TritonDataCenter / sdc-imgapi

SDC internal API for managing OS images
Mozilla Public License 2.0
5 stars 18 forks source link

Potential issue importing custom KVM images to local storage on 20151001-20151005T134459Z-g022a17a #10

Closed ghost closed 8 years ago

ghost commented 8 years ago

Sorry if this is in the wrong place/repo, seemed like the most reasonable place to report. Feel free to flame me if I'm wrong ;)

Ran into an issue after importing a custom KVM image to local storage that made KVM deployment inoperable.

Brief summary;

I had also noticed that after doing the manual import with sdc-imgadm, AdminUI could no longer autocomplete image UUIDs from names (or the first few characters of the UUID). This issue went away once I'd deleted the custom image, and AdminUI autocomplete worked again. This is what pointed me towards a potential issue with IMGAPI.

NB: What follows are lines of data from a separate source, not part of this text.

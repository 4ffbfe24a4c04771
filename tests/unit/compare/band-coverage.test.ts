import { describe, expect, it } from "vitest";
import { deltaBand } from "@/lib/compare/band/delta-band";
import { randomStream } from "@/lib/signal/random";
import { checkValue } from "../../support/check-values";

const CAMPAIGNS = 300;
const simulation = checkValue("cmp.band.simulation");
const tolerance = checkValue("cmp.coverage.tol");
/** 2.5 standard errors of the difference of two simulated shares near 95 %, scaled from the record's 1.96 for its first count. */
const margin =
  (tolerance.expected[0] / 1.96) *
  2.5 *
  Math.sqrt(tolerance.inputs.R[0] / CAMPAIGNS + tolerance.inputs.R[0] / simulation.inputs.reps);

/** Share of campaigns without a change whose band holds zero at all points: run level, smooth and white noise, two sides only. */
function covered(nPerSide: number, small: boolean): number {
  const grid: number = simulation.inputs.grid;
  const n = 2 * nPerSide;
  const design = Float64Array.from({ length: 2 * n }, (_, i) => (i % 2 === 0 ? 1 : (i >> 1) % 2));
  const random = randomStream(simulation.inputs.seed);
  let held = 0;
  for (let draw = 1; draw <= CAMPAIGNS; draw++) {
    const values = new Float64Array(n * grid);
    for (let r = 0; r < n; r++) {
      const level = random.nextNormal();
      const [wave, phase] = [random.nextNormal(), 6.28 * random.nextUniform()];
      for (let k = 0; k < grid; k++)
        values[r * grid + k] = level + wave * Math.sin(k / 5 + phase) + 0.5 * random.nextNormal();
    }
    const options = { level: 0.95, seed: draw, resamples: 500, pool: 0, small };
    const band = deltaBand(values, grid, design, 2, 1, null, options);
    if (band.effect.every((x, k) => Math.abs(x) <= band.critical * band.standardError[k])) held++;
  }
  return held / CAMPAIGNS;
}

describe(`coverage of the band for two sides — ${simulation.id}, ${tolerance.id}: ${simulation.source}`, () => {
  it.each(["4", "6", "8"])("permutation with %s runs a side", (n) => {
    expect(Math.abs(covered(Number(n), false) - simulation.expected[n].perm)).toBeLessThanOrEqual(margin);
  });
  it("Bonferroni's t with three a side is too wide rather than too narrow", () => {
    const share = covered(3, true);
    expect(share).toBeGreaterThanOrEqual(simulation.expected["nA=nB=3"].bonf_t - margin);
  });
});
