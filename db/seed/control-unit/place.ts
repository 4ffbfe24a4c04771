import { BOOST } from "@/db/seed/control-unit/boost";
import { FUEL } from "@/db/seed/control-unit/fuel";
import { IGNITION } from "@/db/seed/control-unit/ignition";
import {
  type Axis,
  dimsOf,
  type Item,
  SHARED_AXES,
  type SharedAxisName,
  SPREAD_MOST_PAIRS,
} from "@/db/seed/control-unit/item";
import { LIMITER } from "@/db/seed/control-unit/limiter";
import { TORQUE } from "@/db/seed/control-unit/torque";
import { DATA_TYPES, type DataType } from "@/lib/calibration/a2l/types";
import type { ChecksumRegion } from "@/lib/calibration/image/checksum-regions";
import { CRC32_DEFAULT } from "@/lib/calibration/image/cyclic-redundancy";
import { cellCount } from "@/lib/calibration/values/cells";

/** Memory of the invented control unit. The checksum's four bytes end it and are not part of what they cover. */
export const MEMORY = {
  base: 0x80_0000,
  code: { name: "Program", address: 0x80_0000, length: 0x4000 },
  data: { name: "Calibration", address: 0x80_4000, length: 0x4000 },
  epk: { address: 0x80_4000, text: "MARLIN-20T/3.12" },
  firstItem: 0x80_4020,
  checksumAt: 0x80_7ffc,
} as const;
/** What the last four bytes state, as a programme declares it. */
export const CHECKSUM_REGION = {
  ...{ name: "Calibration data", algorithm: "crc32", parameters: CRC32_DEFAULT, byteOrder: "little" },
  ...{ from: MEMORY.data.address, to: MEMORY.checksumAt - 1, storedAt: MEMORY.checksumAt, expected: null },
} satisfies ChecksumRegion;
export const IMAGE_BYTES = MEMORY.code.length + MEMORY.data.length;

/** Everything that has a place of its own, in the order in which it lies in memory. */
export const ITEMS: readonly Item[] = [...BOOST, ...FUEL, ...IGNITION, ...TORQUE, ...LIMITER];

/** One part of a record: what RECORD_LAYOUT calls it, its type, and how many numbers of it lie there. */
export interface Part {
  keyword: string;
  type: DataType;
  count: number;
}

const LETTERS = ["X", "Y", "Z"] as const;

/** Parts of an item's record: counts of its own axes, their points, then the values. */
export function partsOf(item: Item): readonly Part[] {
  const own = (item.axes ?? []).flatMap((axis: Axis, at) =>
    axis.kind === "own" ? [{ letter: LETTERS[at], type: axis.type, count: axis.points.length }] : [],
  );
  const cells = cellCount(dimsOf(item));
  return [
    ...own.map(({ letter }): Part => ({ keyword: `NO_AXIS_PTS_${letter}`, type: "UBYTE", count: 1 })),
    ...own.map(({ letter, type, count }): Part => ({ keyword: `AXIS_PTS_${letter}`, type, count })),
    { keyword: "FNC_VALUES", type: item.type, count: item.characters?.bytes ?? cells },
  ];
}

/** Parts of a shared axis; memory is kept for the most points that it may have. */
export function partsOfAxis(name: SharedAxisName): readonly Part[] {
  const { type, most } = SHARED_AXES[name];
  return [
    { keyword: "NO_AXIS_PTS_X", type: "UBYTE", count: 1 },
    { keyword: "AXIS_PTS_X", type, count: most },
  ];
}

export const SPREAD_PARTS: readonly Part[] = [
  { keyword: "NO_RESCALE_X", type: "UBYTE", count: 1 },
  { keyword: "RESERVED", type: "UBYTE", count: 1 },
  { keyword: "AXIS_RESCALE_X", type: "UWORD", count: 2 * SPREAD_MOST_PAIRS },
];

/** Every number begins at a multiple of its size. */
const alignedTo = (address: number, type: DataType): number =>
  Math.ceil(address / DATA_TYPES[type]) * DATA_TYPES[type];

/** Address at which each part begins, and the first one behind them. */
export function placesOf(parts: readonly Part[], from: number): { starts: readonly number[]; end: number } {
  let end = from;
  const starts = parts.map(({ type, count }) => {
    const start = alignedTo(end, type);
    end = start + count * DATA_TYPES[type];
    return start;
  });
  return { starts, end };
}

/** Addresses by name: shared axes first, then the items; what is virtual has none. */
const ADDRESSES: ReadonlyMap<string, number> = (() => {
  const addresses = new Map<string, number>();
  let at: number = MEMORY.firstItem;
  const put = (name: string, parts: readonly Part[]) => {
    addresses.set(name, at);
    at = Math.ceil(placesOf(parts, at).end / 4) * 4;
  };
  for (const name of Object.keys(SHARED_AXES) as SharedAxisName[]) put(name, partsOfAxis(name));
  put("Axis.Speed_spread", SPREAD_PARTS);
  for (const item of ITEMS) if (item.derived?.kind !== "virtual") put(item.name, partsOf(item));
  return addresses;
})();

/** The address of something that has one. */
export function addressOf(name: string): number {
  const address = ADDRESSES.get(name);
  if (address === undefined) throw new Error(`${name} has no address`);
  return address;
}
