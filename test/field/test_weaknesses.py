"""Each known weakness of the published composition, shown on it, and the default field without it.

The published composition: Kim, Kim and Kwon, IEEE Trans. SMC-B 31(3), 2001; Lim, Choi, Kim and Kim, IFAC World
Congress 2008. Its numbers here are those from before this package had another field, or a set tuned for it on parked
carts; the default field has to do with the same ones.
"""

from __future__ import annotations

import math

import numpy as np
import pytest
from episodes import YARD, layout, ride
from scipy.optimize import brentq

from fieldnav_ros.field.approach import approach_vector
from fieldnav_ros.field.avoidance import Obstacles
from fieldnav_ros.guide import Memory, Senses, guide
from fieldnav_ros.model import Layout, OutcomeKind
from fieldnav_ros.parameters import ParameterSet, stack
from fieldnav_ros.world.batch import simulate
from fieldnav_ros.world.layouts import draw_many

WIDE = ParameterSet(
    turn_radius=0.15, turn_softness=0.10, motion_lead=0.10, guard_distance=0.16, guard_fade=0.10, sidestep=0.30,
    steer_gain=5.0, arrival_gain=3.0, lateral_accel=1.5,
)  # fmt: skip
TIGHT = ParameterSet(
    turn_radius=0.054, turn_softness=0.047, motion_lead=0.17, guard_distance=0.098, guard_fade=0.041, sidestep=0.37,
    steer_gain=6.75, arrival_gain=10.0, lateral_accel=2.2,
)  # fmt: skip
SHORT_SIGHTED = ParameterSet(
    turn_radius=0.071, turn_softness=0.084, motion_lead=0.31, guard_distance=0.089, guard_fade=0.02, sidestep=0.26,
    steer_gain=8.1, arrival_gain=37.0, lateral_accel=6.9,
)  # fmt: skip
AHEAD = 0.30
"""Look-ahead (s) of the default field here: the published composition uses the same number otherwise."""


def same(numbers: ParameterSet) -> ParameterSet:
    """Return the numbers for the default field: the same but for the number that means another thing there."""
    return numbers.model_copy(update={"motion_lead": AHEAD})


def cancelling_point(radius: float, softness: float) -> float:
    """Return where on the goal's axis, ahead of the goal, the two published spirals cancel.

    Derivation, goal frame. On y = 0 the weights are 1/2 each and the spirals are mirror images, so their sum has no y
    part, and it is 0 where the x part cos(theta + a) of the left one is: theta + a = pi/2. For x > 0 the centre
    (0, d_e) is seen with theta = -atan(d_e / x) and rho = sqrt(x^2 + d_e^2) > d_e, where
    a = (pi/2)(2 - (d_e + K_r)/(rho + K_r)). Hence

        (pi/2) (1 - (d_e + K_r)/(rho + K_r)) = atan(d_e / x).

    From x = 0 on the left side rises from 0 towards pi/2 and the right side falls from pi/2 to 0: one solution.
    """

    def difference(x: float) -> float:
        rho = math.hypot(x, radius)
        return math.pi / 2 * (1 - (radius + softness) / (rho + softness)) - math.atan(radius / x)

    return float(brentq(difference, 1e-9, 10.0, xtol=1e-12))


def heading(model: str, x: float, y: float, yaw: float, numbers: ParameterSet) -> float:
    """Return the heading at a place on an empty floor; the goal is in the middle and faces +x."""
    place = [np.array([value]) for value in (x, y, yaw, 1.2, 0.8, 0.0)]
    senses = Senses._make([*place, Obstacles.none(1)])
    return float(guide(senses, stack([numbers]), YARD.robot, YARD.floor, Memory.start(1), 0.02, model).heading[0])


@pytest.mark.parametrize(("radius", "softness"), [(0.15, 0.10), (0.08, 0.02), (0.054, 0.047)])
def test_cancelling_point_ahead_of_the_goal(radius: float, softness: float) -> None:
    """Published: length 0 there, headings 1 mm apart in opposite directions. Default: none, for any yaw."""
    x = cancelling_point(radius, softness)
    assert np.hypot(*approach_vector(x, 0.0, radius, softness)) < 1e-9
    near, far = (approach_vector(x + off, 0.0, radius, softness) for off in (-1e-3, 1e-3))
    assert near[0] * far[0] < 0
    numbers = WIDE.model_copy(update={"turn_radius": radius, "turn_softness": softness})
    across = [heading("published", 1.2 + x + off, 0.8, 0.0, numbers) for off in (-1e-3, 1e-3)]
    assert math.cos(across[1] - across[0]) < -0.99
    for yaw in (-2.0, 0.0, 1.0, 3.0):
        across = [heading("foresight", 1.2 + x + off, 0.8, yaw, numbers) for off in (-1e-3, 1e-3)]
        assert math.cos(across[1] - across[0]) > 0.99


@pytest.mark.parametrize(
    "carts",
    [[(1.2, 0.963), (1.2, 0.643)], [(1.2, 0.943), (1.2, 0.663)], [(1.2, 0.803), (1.2, 0.953), (1.2, 0.653)]],
    ids=["wide gate", "narrow gate", "row of three"],
)
def test_dithering(carts: list[tuple[float, ...]]) -> None:
    """Published: the heading flips over from pose to pose, again and again. Default: it decides, and arrives."""
    where = layout((0.4, 0.8, 0.0), (2.0, 0.8, 0.0), *carts)
    assert ride(where, WIDE, "published").flips() >= 9
    own = ride(where, same(WIDE), "foresight")
    assert own.kind is OutcomeKind.ARRIVED
    assert own.flips() <= 2


def test_only_the_nearest_counts() -> None:
    """Published: it turns away from the nearer cart into the other. Default: past both."""
    where = layout((0.4, 0.8, 0.0), (2.0, 0.8, 0.0), (1.1, 0.83), (1.25, 0.65))
    assert ride(where, TIGHT, "published").kind is OutcomeKind.CONTACT
    assert ride(where, same(TIGHT), "foresight").kind is OutcomeKind.ARRIVED


def test_head_on_stall() -> None:
    """A cart 0.18 m behind the goal. Published: its repulsion never lets the robot in. Default: it arrives."""
    where = layout((0.4, 0.8, 0.0), (1.6, 0.8, 0.0), (1.78, 0.8))
    assert ride(where, WIDE, "published").kind is OutcomeKind.TIMEOUT
    assert ride(where, same(WIDE), "foresight").kind is OutcomeKind.ARRIVED


def test_walls_are_no_obstacles() -> None:
    """Published: of 200 empty floors some end at a wall. Default: none does."""
    layouts = draw_many(YARD, "empty", 200, 4)
    assert wall_contacts(layouts, WIDE, "published") >= 3
    assert wall_contacts(layouts, same(WIDE), "foresight") == 0


def test_pocket() -> None:
    """A pocket of three carts before the goal. Published: it never gets out. Default: it finds out and round."""
    where = layout((0.4, 0.8, 0.0), (2.0, 0.8, 0.0), (1.2, 0.8), (1.1, 0.94), (1.1, 0.66))
    assert ride(where, WIDE, "published").kind is not OutcomeKind.ARRIVED
    assert ride(where, same(WIDE), "foresight").kind is OutcomeKind.ARRIVED


@pytest.mark.parametrize(
    ("start", "goal", "carts"),
    [
        ((0.65, 0.63, -1.17), (1.81, 1.05, 2.51), [(1.21, 0.80), (1.23, 0.55)]),
        ((0.18, 0.92, 0.21), (1.72, 0.80, 2.92), [(1.48, 0.84), (1.40, 0.60)]),
        ((0.75, 1.31, -1.82), (1.84, 1.05, -0.34), [(1.41, 1.19), (1.35, 0.94)]),
    ],
)
def test_a_gap_that_is_too_narrow_is_driven_round(
    start: tuple[float, ...], goal: tuple[float, ...], carts: list[tuple[float, ...]]
) -> None:
    """With small steps to the side nothing better than the gap is seen, until the robot has waited for a while."""
    where = layout(start, goal, *carts)  # type: ignore[arg-type]  # three numbers each
    assert ride(where, SHORT_SIGHTED, "foresight").kind is OutcomeKind.ARRIVED


def wall_contacts(layouts: list[Layout], numbers: ParameterSet, model: str) -> int:
    """Return how many episodes on the empty floor end in a contact."""
    return int((simulate(YARD, "empty", layouts, [numbers], model=model).code == OutcomeKind.CONTACT.code).sum())
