"""Looking ahead, against the simulator's plant and carts, and against what can be worked out by hand."""

from __future__ import annotations

import math

import numpy as np
import pytest
from episodes import YARD
from hypothesis import given, settings
from hypothesis import strategies as st

from fieldnav_ros.drive import DriveLaw, wrap
from fieldnav_ros.field.avoidance import Obstacles
from fieldnav_ros.field.foresight import EASE, LOOKS, MARGIN, Course, Robots, Zones, look_ahead
from fieldnav_ros.parameters import DEFAULTS, Numbers, ParameterSet
from fieldnav_ros.world import carts as others
from fieldnav_ros.world.plant import STEP, Motion, PlantRows, step
from fieldnav_ros.yard import Floor, Plant

ROBOT, FLOOR = YARD.robot, YARD.floor
FEW = settings(deadline=None, max_examples=60)


def robots(x: float, y: float, yaw: float = 0.0, left: float = 0.0, right: float = 0.0) -> Robots:
    return Robots(*(np.array([value]) for value in (x, y, yaw, left, right, 5.0)))


def crowd(*discs: tuple[float, float, float, float, float]) -> Obstacles:
    return Obstacles(*(np.array(column)[:, None] for column in zip(*discs))) if discs else Obstacles.none(1)


def rows(numbers: ParameterSet) -> Numbers:
    return Numbers(*(np.array([value]) for value in numbers.numbers()))


def thin(numbers: ParameterSet) -> Numbers:
    return Numbers(*np.array(rows(numbers), np.float32))


def touch_at(seen: Zones, x: float, y: float) -> tuple[float, bool]:
    """Return depth and touching at a place that is kept for all looks, as they are at the first."""
    deep, touch = seen.along(np.broadcast_to(np.array([x, y], np.float32)[:, None, None], (LOOKS, 2, 1, 1)))
    return float(deep[0, 0, 0]), bool(touch[0, 0, 0] > 0.0)


def zones(robot: Robots, obstacles: Obstacles, numbers: ParameterSet = DEFAULTS, floor: Floor | None = FLOOR) -> Zones:
    return Zones.of(robot, obstacles, thin(numbers), ROBOT, floor)


def test_it_ends_where_the_plant_would_be() -> None:
    """Three looks against many steps of the plant under the same drive law, from any motion to any heading.

    A coarse thought: half of all ends within 1 cm and 0.1 rad, nine of ten within 4 cm and 0.6 rad.
    """
    rng = np.random.default_rng(1)
    off, turned = [], []
    for _ in range(300):
        yaw, facing = rng.uniform(-math.pi, math.pi, 2)
        left, right = rng.uniform(-1.2, 1.2, 2)
        lead, steer = rng.uniform(0.1, 0.4), rng.uniform(3.0, 10.0)
        numbers = DEFAULTS.model_copy(update={"motion_lead": lead, "steer_gain": steer})
        start = robots(1.2, 0.8, yaw, left, right)
        course = Course(np.array([[facing]]), np.array([[0.0]]), 1.0, 5.0)
        ahead = look_ahead(start, course, zones(start, crowd(), numbers), thin(numbers), ROBOT)
        motion, plant = Motion(*(part.copy() for part in start[:5])), PlantRows.of([Plant()])
        for _ in range(round(lead / STEP)):
            v, w = DriveLaw(0.0, start.distance, rows(numbers), ROBOT, EASE)(wrap(facing - motion.yaw))
            motion = step(motion, v, w, ROBOT, plant)
        off.append(math.hypot(ahead.x.item() - motion.x[0], ahead.y.item() - motion.y[0]))
        turned.append(abs(float(wrap(ahead.yaw.item() - motion.yaw[0]))))
    assert np.quantile(off, 0.5) < 0.01
    assert np.quantile(off, 0.9) < 0.04
    assert np.quantile(turned, 0.5) < 0.1
    assert np.quantile(turned, 0.9) < 0.6


@FEW
@given(x=st.floats(0.1, 2.3), y=st.floats(0.1, 1.5), vx=st.floats(-0.5, 0.5), vy=st.floats(-0.5, 0.5))
def test_obstacles_are_where_the_simulated_carts_will_be(x: float, y: float, vx: float, vy: float) -> None:
    """Turned back at walls as they are; source of the carts' rule: ``world.carts``, checked against closed forms."""
    start, cart = robots(1.2, 0.8), crowd((x, y, vx, vy, 0.06))
    seen = zones(start, cart, DEFAULTS.model_copy(update={"motion_lead": 0.6}))
    for look in range(LOOKS):
        for _ in range(20):
            cart = others.move(cart, FLOOR, STEP)
        assert start.x + seen.places[look, 0] == pytest.approx(cart.x, abs=1e-5)
        assert start.y + seen.places[look, 1] == pytest.approx(cart.y, abs=1e-5)


@pytest.mark.parametrize("radius", [0.06, 0.12, 0.03])
@pytest.mark.parametrize(("guard", "fade"), [(0.16, 0.05), (0.2, 0.1), (0.12, 0.01)])
def test_a_zone_is_0_at_its_outer_edge_and_1_at_its_inner(radius: float, guard: float, fade: float) -> None:
    """By definition: d_min and d_min + 2 delta for an obstacle of the robot's size, others by their own."""
    numbers = DEFAULTS.model_copy(update={"guard_distance": guard, "guard_fade": fade})
    start = robots(1.2, 0.8)
    seen = zones(start, crowd((1.2, 0.8, 0.0, 0.0, radius)), numbers, None)
    inner = guard + radius - ROBOT.radius
    for distance, expected in ((inner, 1.0), (inner + 2 * fade, 0.0)):
        assert touch_at(seen, distance, 0.0)[0] == pytest.approx(expected, abs=2e-4 / fade)
    touch = ROBOT.radius + radius + MARGIN
    for distance, touches in ((touch - 1e-4, True), (touch + 1e-4, False)):
        assert touch_at(seen, 0.0, distance)[1] is touches


@pytest.mark.parametrize(("walled", "kept"), [(True, ROBOT.radius), (False, 0.0)])
def test_walls_and_edges_are_kept_off(walled: bool, kept: float) -> None:
    """A wall must not be touched by the footprint; an edge without walls must not be passed by the centre."""
    floor = FLOOR.model_copy(update={"walled": walled})
    start = robots(0.5, 0.8)
    seen = zones(start, crowd(), DEFAULTS, floor)
    for gap, touches in ((kept + MARGIN - 1e-4, True), (kept + MARGIN + 1e-4, False)):
        for x, y in ((gap - 0.5, 0.0), (2.4 - gap - 0.5, 0.0), (0.0, gap - 0.8), (0.0, 1.6 - gap - 0.8)):
            assert touch_at(seen, x, y)[1] is touches
    wide = DEFAULTS.guard_distance - ROBOT.radius
    for gap, expected in ((wide, 1.0), (wide + DEFAULTS.guard_fade, 0.0)):
        assert touch_at(seen, gap - 0.5, 0.0)[0] == pytest.approx(expected, abs=1e-3)


def test_sooner_touches_weigh_more_and_a_clear_way_nothing() -> None:
    course = Course(np.array([[0.0], [math.pi]]), 0.0, 1.0, 5.0)
    found = {}
    for ahead in (0.2, 0.45):
        start = robots(1.2, 0.8, 0.0, 1.0, 1.0)
        obstacles = crowd((1.2 + ahead, 0.8, 0.0, 0.0, 0.06))
        numbers = DEFAULTS.model_copy(update={"motion_lead": 0.5, "arrival_gain": 10.0, "lateral_accel": 10.0})
        seen = look_ahead(start, course, zones(start, obstacles, numbers), thin(numbers), ROBOT)
        found[ahead] = seen.touching[0].item()
    assert found[0.2] > found[0.45] > 0.0
    free = look_ahead(robots(1.2, 0.8), course, zones(robots(1.2, 0.8), crowd()), thin(DEFAULTS), ROBOT)
    assert (free.touching.sum(), free.crowding.sum()) == (0.0, 0.0)
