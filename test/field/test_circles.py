"""The default approach, one turning circle at a time, against closed forms.

Straight line and arc: Dubins, Amer. J. Math. 79, 1957. Goal frame; axes and signs of REP-103.
"""

from __future__ import annotations

import math

import numpy as np
import pytest
from hypothesis import assume, given, settings
from hypothesis import strategies as st

from fieldnav_ros.field.approach import TIGHTEST, circle_course, open_radius, way_left

RADIUS = st.floats(0.03, 0.40)
SOFTNESS = st.floats(0.005, 0.50)
PLACE = st.floats(-2.0, 2.0)
TURN = st.floats(-math.pi, math.pi)
SIDE = st.sampled_from([1.0, -1.0])
FEW = settings(deadline=None, max_examples=80)
HARD = 1e-9
"""A softness that leaves the tangents."""


def to_centre(x: float, y: float, side: float, radius: float) -> float:
    return math.hypot(x, y - side * radius)


def heading(x: float, y: float, side: float, radius: float, softness: float) -> float:
    return float(circle_course(x, y, side, radius, softness, 1.0, 0.0)[0])


@pytest.mark.parametrize(
    ("x", "y", "expected"),
    [
        (-1.0, 0.0, 1.0),  # straight in
        (1.0, 0.4, 1.0 + 0.2 * math.pi),  # along the top of the circle against +x, then half of it
        (0.2, -1.0, 1.2 + 0.2 * 1.5 * math.pi),  # up along its right, then over the top and down: three quarters
        (-0.2, 1.0, 0.8 + 0.2 * 0.5 * math.pi),  # down along its left, then a quarter
    ],
)
def test_way_left_where_it_can_be_read_off(x: float, y: float, expected: float) -> None:
    """Anticlockwise circle of radius 0.2 about (0, 0.2); mirrored places have the same way on the other side."""
    assert way_left(x, y, 1.0, 0.2) == pytest.approx(expected)
    assert way_left(x, -y, -1.0, 0.2) == pytest.approx(expected)


@FEW
@given(x=PLACE, y=PLACE, side=SIDE, radius=RADIUS)
def test_the_heading_is_the_steepest_way_down(x: float, y: float, side: float, radius: float) -> None:
    """Without softness a metre driven is a metre less to go: grad(way left) = -(cos, sin)(heading), of length 1."""
    assume(to_centre(x, y, side, radius) > radius + 0.05)
    step = 1e-6
    way = way_left(np.array([x, x + step, x]), np.array([y, y, y + step]), side, radius)
    straight = math.sqrt(to_centre(x, y, side, radius) ** 2 - radius**2)
    assume(0.01 < (way[0] - straight) / radius < 2 * math.pi - 0.31)  # elsewhere an arc of nearly a full turn is none
    slope = (way[1:] - way[0]) / step
    direction = heading(x, y, side, radius, HARD)
    assert slope == pytest.approx([-math.cos(direction), -math.sin(direction)], abs=2e-3)


@FEW
@given(theta=TURN, side=SIDE, radius=RADIUS, softness=SOFTNESS, further=st.floats(0.0, 2.0))
def test_softness_turns_the_tangent_outwards(
    theta: float, side: float, radius: float, softness: float, further: float
) -> None:
    """Heading theta + side (pi - asin q): q = 1 on the circle (its tangent), and larger with the softness outside."""
    rho = radius + further
    x, y = rho * math.cos(theta), side * radius + rho * math.sin(theta)
    q = min((radius + softness) / (rho + softness), 0.9999)
    expected = theta + side * (math.pi - math.asin(q))
    assert math.cos(heading(x, y, side, radius, softness) - expected) == pytest.approx(1.0, abs=1e-3)
    assert q >= radius / rho - 1e-4


@FEW
@given(x=PLACE, y=PLACE, side=SIDE, radius=RADIUS, softness=SOFTNESS, along=TURN)
def test_the_bend_is_the_change_of_heading_per_metre(
    x: float, y: float, side: float, radius: float, softness: float, along: float
) -> None:
    """Against a difference quotient, away from the circle, where the heading has a kink, and from its centre."""
    gap = abs(to_centre(x, y, side, radius) - radius)
    assume(gap > 0.02)
    assume(to_centre(x, y, side, radius) > 0.01)
    cos, sin, step = math.cos(along), math.sin(along), 1e-6
    _, bend = circle_course(x, y, side, radius, softness, cos, sin)
    turned = heading(x + step * cos, y + step * sin, side, radius, softness) - heading(x, y, side, radius, softness)
    assert bend == pytest.approx(math.remainder(turned, 2 * math.pi) / step, abs=0.02 + 0.01 * abs(bend))


@FEW
@given(x=PLACE, y=PLACE, side=SIDE, radius=RADIUS)
def test_from_inside_a_smaller_circle_passes_through_robot_and_goal(
    x: float, y: float, side: float, radius: float
) -> None:
    """Its centre is as far from the robot as from the goal; from outside the circle stays as it is."""
    assume(abs(to_centre(x, y, side, radius) - radius) > 1e-6)
    got = float(open_radius(x, y, side, radius))
    if to_centre(x, y, side, radius) > radius:
        assert got == radius
    else:
        assert TIGHTEST <= got <= radius
        assert got == TIGHTEST or math.hypot(x, y - side * got) == pytest.approx(got)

When starting a provision job that eventually times out, there is network and disk activity on the compute node, but it is only shortlived and the box becomes idle again almost immediately. Looking through the logs, the provision job does make it to CNAPI and to the compute node, but no dataset is created for the VM disk, and nothing ever makes it to QEMU.

After having this issue, I tried a complete update from the release and support channels - the issue persisted. I then ran a complete upgrade from the dev channel (at 1530UTC 14/10/2015 - don't have any build numbers to hand, but I could get them), and the problem went away entirely - custom images could be deployed, and AdminUI image autocomplete worked as expected.

In the process of trying to fix this, I must have reinstalled four or five times on fresh disks, thinking I'd messed something up. Every time, the same issue.

Although the servers that were having the issues are now working, I do have another set of servers (same model/specifications) if you cannot reproduce the problem and need logs. Some guidance on which logs you need would be useful.

I can also provide the full list of commands I used to set up the servers (including the USB config edits and NAPI calls I made to set up networking, etc.), and the commands I used to upgrade to a release that worked. Let me know if that is needed.

askfongjojo commented 8 years ago

@themisanthrope - Sorry the search in AdminUI was broken while we implemented https://smartos.org/bugview/ADMINUI-2117. The fix is in 29a2254 which is already available on the dev channel and will also be available in release-20151015 going out tomorrow.

If you have provisioned your KVM instances through AdminUI, it would have failed to set the correct "brand" and resulted in the CNAPI error you've seen. (It was working for SmartOS because brand was set to "joyent" by default.) If this doesn't explain the issue or the issue still persists in the newer release, please feel free to reopen this for further investigation. Thanks.